希望と「期待、欲望」の違いは? 期待や欲望は、ベクトルがある。自分から外に伸びている矢印がある。でも、希望はいつも「自分の中」にある。だからこそ、期待や欲望が叶わないとガッカリだけど、いちおう生きていける。でも、希望は無くなってしまうと、もう生きていけない。そう、希望は「生きようとする力」と言い換えることができる。「クリスマスには戦争が終わる」と願った人々は、みずから「希望=生きようとする力」を限定してしまった。対して、助かった二人は、それを限定しなかった。つまり「希望を曖昧にしておいた」ということね。その背景には、自分の運命に対する寛容さ、悪く言うと鈍感さ、そして楽天性があると思う。まさに「ええじゃないか」ですわ。
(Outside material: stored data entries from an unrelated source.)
//! Comparing two matrices: structured cell changes and a unified diff of their renderings.

use crate::plan::matrix::{Cell, Matrix, Outcome, Pinned};
use crate::solve::Cause;
use serde::Serialize;
use std::collections::BTreeMap;

/// What a cell says, in brief.
#[derive(Debug, Clone, PartialEq, Eq, Serialize)]
pub struct CellBrief {
    pub outcome: Outcome,
    pub cause: Option<Cause>,
    pub version: Option<String>,
    /// How the entry's own release gets onto the image, when the matrix lists the closure.
    #[serde(skip_serializing_if = "Option::is_none")]
    pub build: Option<crate::solve::image::BuildKind>,
    pub missing_system_packages: Vec<String>,
    #[serde(skip_serializing_if = "Option::is_none")]
    pub recorded: Option<String>,
}

impl CellBrief {
    /// `builds`: whether both sides list closures, so that the entry's build can be known.
    fn of(c: &Cell, builds: bool) -> CellBrief {
        CellBrief {
            outcome: c.outcome,
            cause: c.cause,
            version: c.root_version.clone(),
            build: c
                .closure
                .iter()
                .find(|p| p.name == c.package && builds)
                .map(|p| p.build),
            missing_system_packages: c.missing_system_packages.clone(),
            recorded: c.recorded.as_ref().map(|r| r.recorded.clone()),
        }
    }
}

/// One cell that differs; `None` on a side where the cell does not exist.
#[derive(Debug, Clone, PartialEq, Eq, Serialize)]
pub struct CellChange {
    pub package: String,
    pub image: String,
    pub before: Option<CellBrief>,
    pub after: Option<CellBrief>,
    /// The dependencies of the closure whose version or build changed, by name, when both
    /// sides list the cell's closure: a new snapshot often moves a cell's dependencies while
    /// its own version stays, and what gets installed changes with them.
    #[serde(skip_serializing_if = "Vec::is_empty")]
    pub dependencies: Vec<DependencyChange>,
}

/// A closure package of one cell whose version or build differs; `None` on the side whose
/// closure lacks it.
#[derive(Debug, Clone, PartialEq, Eq, Serialize)]
pub struct DependencyChange {
    pub name: String,
    pub before: Option<Pinned>,
    pub after: Option<Pinned>,
}

/// The changed dependencies between two closures of the cell of `root`, by name.
fn dependency_changes(root: &str, before: &[Pinned], after: &[Pinned]) -> Vec<DependencyChange> {
    let side = |closure: &[Pinned]| -> BTreeMap<String, Pinned> {
        closure
            .iter()
            .filter(|p| p.name != root)
            .map(|p| (p.name.clone(), p.clone()))
            .collect()
    };
    let (mut old, new) = (side(before), side(after));
    let mut out: Vec<DependencyChange> = Vec::new();
    for (name, a) in new {
        let b = old.remove(&name);
        if b.as_ref() != Some(&a) {
            out.push(DependencyChange {
                name,
                before: b,
                after: Some(a),
            });
        }
    }
    out.extend(old.into_iter().map(|(name, b)| DependencyChange {
        name,
        before: Some(b),
        after: None,
    }));
    out.sort_by(|x, y| x.name.cmp(&y.name));
    out
}

/// Whether each side was planned with `--no-native` ([`Matrix::native_skipped`]).
#[derive(Debug, Clone, Copy, PartialEq, Eq, Serialize)]
pub struct NativeSkipped {
    pub before: bool,
    pub after: bool,
}

/// Whether each side left its cells' closures out (`plan --no-closures`): a cell with a
/// closure size lists no closure only then.
#[derive(Debug, Clone, Copy, PartialEq, Eq, Serialize)]
pub struct ClosuresLeftOut {
    pub before: bool,
    pub after: bool,
}

/// Whether `m` was planned without closures.
fn closures_left_out(m: &Matrix) -> bool {
    m.cells
        .iter()
        .any(|c| c.closure_size > 0 && c.closure.is_empty())
}

#[derive(Debug, Clone, PartialEq, Eq, Serialize)]
pub struct MatrixDiff {
    /// Without it a cell turning from a native failure into `installs` would read as a fix,
    /// when the side that installs never looked at system libraries.
    pub native_skipped: NativeSkipped,
    /// Without it a side lacking closures would read as every closure changed, and two such
    /// sides as no dependency version changed.
    pub closures_left_out: ClosuresLeftOut,
    pub changes: Vec<CellChange>,
    /// Unified diff of the two renderings; empty when they are equal. `basefit diff` renders
    /// with [`crate::report::markdown_keyed`], whose note labels do not shift when another
    /// cell changes.
    pub unified: String,
    /// Whether the matrices differ at all, their notices and registry fingerprints aside (a
    /// new snapshot that changes no prediction leaves the support matrix as it was): a
    /// summary, an image's packages or a weight below the rounding shown change neither a
    /// cell's brief nor the rendering, yet the files are not the same.
    pub differ: bool,
}

impl MatrixDiff {
    /// Whether anything differs, for the exit code.
    pub fn any(&self) -> bool {
        self.differ || !self.changes.is_empty() || !self.unified.is_empty()
    }
}

/// Cells of `before` and `after` that differ, in `after`'s order (then cells only in
/// `before`), and a unified diff of `render` applied to each.
pub fn diff(before: &Matrix, after: &Matrix, render: impl Fn(&Matrix) -> String) -> MatrixDiff {
    let closures = ClosuresLeftOut {
        before: closures_left_out(before),
        after: closures_left_out(after),
    };
    let key = |c: &Cell| (c.package.clone(), c.image.clone());
    let old: BTreeMap<(String, String), &Cell> = before.cells.iter().map(|c| (key(c), c)).collect();
    let mut seen = std::collections::BTreeSet::new();
    let mut changes = Vec::new();
    for c in &after.cells {
        let k = key(c);
        let was = old.get(&k);
        let builds = !closures.before && !closures.after;
        let b = was.map(|c| CellBrief::of(c, builds));
        let a = Some(CellBrief::of(c, builds));
        // Closures compare only where both sides list them, and only between two cells that
        // resolved their constraints (a native failure did too): a cell that stops resolving
        // loses its closure, which its outcome says.
        let dependencies = match was {
            Some(was)
                if !closures.before
                    && !closures.after
                    && was.closure_size > 0
                    && c.closure_size > 0 =>
            {
                dependency_changes(&c.package, &was.closure, &c.closure)
            }
            _ => Vec::new(),
        };
        if b != a || !dependencies.is_empty() {
            changes.push(CellChange {
                package: c.package.clone(),
                image: c.image.clone(),
                before: b,
                after: a,
                dependencies,
            });
        }
        seen.insert(k);
    }
    for c in &before.cells {
        if !seen.contains(&key(c)) {
            changes.push(CellChange {
                package: c.package.clone(),
                image: c.image.clone(),
                before: Some(CellBrief::of(c, !closures.before && !closures.after)),
                after: None,
                dependencies: Vec::new(),
            });
        }
    }
    let (ra, rb) = (render(before), render(after));
    let unified = if ra == rb {
        String::new()
    } else {
        similar::TextDiff::from_lines(&ra, &rb)
            .unified_diff()
            .context_radius(2)
            .header("before", "after")
            .to_string()
    };
    let without_closures = |m: &Matrix| {
        let mut m = m.clone();
        m.cells.iter_mut().for_each(|c| c.closure.clear());
        m
    };
    let differ = if closures.before || closures.after {
        Matrix {
            notice: after.notice.clone(),
            registry_fingerprint: after.registry_fingerprint.clone(),
            catalog_fingerprint: after.catalog_fingerprint.clone(),
            ..without_closures(before)
        } != without_closures(after)
    } else {
        Matrix {
            notice: after.notice.clone(),
            registry_fingerprint: after.registry_fingerprint.clone(),
            catalog_fingerprint: after.catalog_fingerprint.clone(),
            ..before.clone()
        } != *after
    };
    MatrixDiff {
        native_skipped: NativeSkipped {
            before: before.native_skipped,
            after: after.native_skipped,
        },
        closures_left_out: closures,
        changes,
        unified,
        differ,
    }
}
こうした人々の「願い」が叶うのは、とても遅いだろう。でも人生って、その「ゆっくりとした願い」が叶うのを待つだけの時間延長は可能だと思うんですよ。

あの「どん底の三年間」・・ひとつ明確だったことがある。それは「医師としてのキャリアの半分は諦めなければならない」ということ。つまり、医師として論文を書いたり、学会で発表したり、そうした「表舞台」に立つことはもうない、ということ。実際、明日をどう生きるかだけでも必死のぱっちであり「医師として成功する夢」なんて、とっくの昔にどぶに捨てていた。あるのは屈辱であり、恥であり、劣等感だった。でも・・希望は確かにもって生きていた。当時の日記を読んでいたら、よくわかる。「どん底なりにおもしろがって」精一杯に生きていた。

収容所で助かった二人は、もしかして「収容所という地獄も、それなりに悪くない」と思っていたんじゃないかしら? そう「ええじゃないか」ですわ。地獄を嫌悪せず、ぼんやりと受け入れる心持ち。それこそが「みずからの希望を限定しない」生き方ではなかろうか? まるちょうの思うに「曖昧に自分の現状を受け入れる力」って、困難な時代を生き抜くのに必要じゃないかと。希望って、曖昧なほうがいい。いかがでしょうか?(笑) 以上、言葉からインスパイアのコーナーでした。